A Profession of Hope by Jenna Butler

A Profession of Hope by Jenna Butler

Author:Jenna Butler
Language: eng
Format: epub
Publisher: Wolsak and Wynn Publishers Ltd
Published: 2015-01-15T00:00:00+00:00


CHAPTER ELEVEN

A Year of Farm Food:

Community-Supported

Agriculture

NOT TOO LONG AFTER we’d planted our first large garden at the farm, we read Alisa Smith and J.B. MacKinnon’s The 100-Mile Diet: A Year of Local Eating. At that point, we were already eating, during the summers, from what we called “The 100-Foot Diet” – aside from meat, milk, butter and tea, we harvested just about all of our meals from the garden where we spent our days, cooking and eating in sight of the beds our food had come from. Increasingly, our friends in the city wanted to do the same, and realizing we were within reasonable driving distance of Edmonton, we ran with their enthusiasm and began a community-supported agriculture (CSA) food box program.

These programs have been around in one way or another for as long as farmers have been providing families in town with vegetables, eggs, milk and grain, but they’ve gained considerable cachet over the past fifteen years. When we began Larch Grove Farm’s CSA program, we were feeling our way forward based on what we’d read and learned about from small farmers in Alberta and British Columbia. There were a handful of other small farms around Edmonton offering CSA shares at the time, and these were relatively limited compared to the number of people who were interested in joining the programs. Because this would be our first year as a CSA farm and we were farther north than many of the others, we played a very conservative game with our pricing and offered a ten-week box program in sizes varying from a personal snack box to a large family hamper.

The main thing to understand with a CSA program is that it’s built on faith in both farmer and land. Customers pay up front for a summer’s worth of food months before they actually see the first bunch of spring onions or bag of spinach. The money comes in around seed-ordering time, mid-winter, right when small farmers are dreaming of delicious crops and comparing catalogues, calculating over and over again what they can afford to sow in a given year. The CSA money goes into start-up: seeds, pots, tools and the like. It’s just what’s needed to kick-start a market garden in the late winter.

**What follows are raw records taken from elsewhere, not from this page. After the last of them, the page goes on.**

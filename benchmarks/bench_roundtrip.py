"""Benchmark: the whole round trip on a building, against a general-purpose pipeline on the same file.

Model: the 10 x 10-column, 100-storey structural analysis model of
`bench_reader.generate_structural` (IFC4, 10,100 point connections, 28,000
curve members, one load case and one combination; about 20 MB), generated
once into a temporary folder (or ``--keep FILE``).

Measured, each in its own process and one after another (never two
tower-sized processes at once):

* reference: a general-purpose pipeline on the same file: ``ifcopenshell.open``,
  nodes, members, profiles and supports walked from the entities, the member
  matrices assembled vectorised (batched 12 x 12, one COO -> CSR), the fixed-end
  forces of the line loads, PARDISO (pypardiso, SPD, both load sets as one
  block; SuperLU where pypardiso is missing) and a JSON of all displacements;
* plumbframe: ``plumbframe analyze tower.ifc --json out.json`` run in-process
  through ``analysis.cli.main``, each stage timed from the progress messages
  (the JSON, written by a process of its own while the IFC is written, from
  its own message), peak memory of the process and its side writer; then
  ``--json --report r.html`` with every output in turn (``PLUMBFRAME_SIDE_OUTPUTS=0``)
  for the JSON's and the report's own times and the report's size;
* ifcopenshell's own ``file.write`` of the results IFC plumbframe wrote;
* ``ifcopenshell.open`` + walking every item's placement chain (the reading
  baseline of bench_reader), and the attributes the reader cannot do without
  read with no logic at all (`bench_reader.least_reading_structural`: a floor
  under the reading ratio);
* a re-run on its own output (results replaced, not added; input untouched),
  and a run killed while it writes (the earlier outputs stay as they were,
  nothing half-written appears);
* a 3,500-member physical model (`bench_reader.generate`), end to end with
  the report.

Printed ratios and targets: end to end (without the report) / reference <= 2.0;
reading / (open + placements) <= 2; writing the IFC / ifcopenshell write of
the output <= 1.5; results IFC / input <= 2; JSON <= 2 s; peak <= 4 GB; report
<= 20 MB in <= 30 s; physical model with report <= 10 s.

Run: ``PYTHONPATH=. python benchmarks/bench_roundtrip.py [--keep FILE] [--skip-checks]``
"""
from __future__ import annotations

import argparse
import hashlib
import json
import os
import signal
import subprocess
import sys
import tempfile
import time

HERE = os.path.dirname(os.path.abspath(__file__))
ROOT = os.path.dirname(HERE)


# --------------------------------------------------------------------------- child processes
def _child(kind: str, *args: str, timeout: float = 3600, env: dict | None = None) -> dict:
    """Run this script as ``--child KIND ARGS`` in a fresh process; returns the JSON it prints last."""
    env = dict(os.environ, **(env or {}), PYTHONPATH=ROOT + os.pathsep + os.environ.get("PYTHONPATH", ""))
    done = subprocess.run([sys.executable, __file__, "--child", kind, *args], capture_output=True, text=True,
                          env=env, timeout=timeout)
    if done.returncode != 0:
        raise RuntimeError(f"{kind} failed ({done.returncode}):\n{done.stdout[-2000:]}\n{done.stderr[-4000:]}")
    return json.loads(done.stdout.strip().splitlines()[-1])


def _peak_mb() -> float:
    """Peak resident memory of this process plus the largest of its children (the side writers), MB."""
    import resource

    own = resource.getrusage(resource.RUSAGE_SELF).ru_maxrss
    children = resource.getrusage(resource.RUSAGE_CHILDREN).ru_maxrss
    return (own + children) / 1024.0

After that, the contents of a CSA box are up to the farmer, the elements and the pests. Most farms will list the potential contents of a produce box at a number of points throughout the summer, but this can change with crop failure (and, likewise, with spectacular success – you can always tell if a farmer’s had a good kale year!). It may be variable in type, but the food is local, fresh and, with many small farms, grown without the use of pesticides and chemicals. For ten to fifteen weeks out of the year, a family with a CSA share can count on having enough weekly vegetables to satisfy the majority of their needs.